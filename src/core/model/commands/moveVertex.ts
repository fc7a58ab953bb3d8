import type { ImagePx, ProjectDoc } from '../projectDoc';
import { updateHorizon } from './updateHorizon';

/** Returns the document with vertex i of the horizon at image pixel p; unchanged for an unknown horizon or index, or no move. */
export function moveVertex(doc: ProjectDoc, horizonId: string, i: number, p: ImagePx): ProjectDoc {
  return updateHorizon(doc, horizonId, (h) => {
    if (i < 0 || i >= h.pointsPx.length || (h.pointsPx[i][0] === p[0] && h.pointsPx[i][1] === p[1])) return h;
    const pointsPx = h.pointsPx.slice();
    pointsPx[i] = [p[0], p[1]];
    return { ...h, pointsPx };
  });
}
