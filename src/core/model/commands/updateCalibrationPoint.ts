import type { Calibration, ProjectDoc } from '../projectDoc';
import type { CalibrationPointRef } from './calibrationPointRef';

function same(p: object, change: object): boolean {
  return Object.entries(change).every(([k, v]) => v === undefined || (p as Record<string, unknown>)[k] === v);
}

/** Returns the document with one calibration point changed (image position and/or known values); unchanged for a missing point. */
export function updateCalibrationPoint(doc: ProjectDoc, ref: CalibrationPointRef, change: { u?: number; v?: number; x?: number; z?: number; value?: number }): ProjectDoc {
  const cal = doc.calibration;
  if (!cal) return doc;
  if (cal.kind === 'affine') {
    if (ref.list !== 'points' || !cal.points[ref.index]) return doc;
    const points = cal.points.slice();
    const p = points[ref.index];
    if (same(p, change)) return doc;
    points[ref.index] = { u: change.u ?? p.u, v: change.v ?? p.v, x: change.x ?? p.x, z: change.z ?? p.z };
    return { ...doc, calibration: { ...cal, points } };
  }
  if (ref.list === 'points' || !cal[ref.list][ref.index]) return doc;
  const list = cal[ref.list].slice();
  const p = list[ref.index];
  if (same(p, change)) return doc;
  list[ref.index] = { u: change.u ?? p.u, v: change.v ?? p.v, value: change.value ?? p.value };
  const next: Calibration = { ...cal, [ref.list]: list };
  return { ...doc, calibration: next };
}
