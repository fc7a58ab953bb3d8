import type { ProjectDoc, Scenario } from '../projectDoc';

/** Returns the document with the active (or given) scenario replaced by `change(scenario)`; the same document when nothing changed. */
export function updateScenario(doc: ProjectDoc, change: (s: Scenario) => Scenario, scenarioId?: string): ProjectDoc {
  const id = scenarioId ?? doc.activeScenarioId;
  const i = Math.max(0, doc.scenarios.findIndex((s) => s.id === id));
  const current = doc.scenarios[i];
  if (!current) return doc;
  const next = change(current);
  if (next === current) return doc;
  const scenarios = doc.scenarios.slice();
  scenarios[i] = next;
  return { ...doc, scenarios };
}
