import type { ProjectDoc } from '../projectDoc';
import { faultNameTaken } from './addFault';
import { updateFault } from './updateFault';

/** Returns the document with the fault renamed (trimmed); unchanged for an empty or identical name, or one another fault has. Joins refer to the id, so they keep. */
export function renameFault(doc: ProjectDoc, faultId: string, name: string): ProjectDoc {
  const trimmed = name.trim();
  if (trimmed === '' || faultNameTaken(doc, faultId, trimmed)) return doc;
  return updateFault(doc, faultId, (f) => (trimmed === f.name ? f : { ...f, name: trimmed }));
}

********************

(What is expected): Search the material for the string "number" and show every line that has it.

(Reply):
export function moveVertex(doc: ProjectDoc, horizonId: string, i: number, p: ImagePx): ProjectDoc {
export function updateCalibrationPoint(doc: ProjectDoc, ref: CalibrationPointRef, change: { u?: number; v?: number; x?: number; z?: number; value?: number }): ProjectDoc {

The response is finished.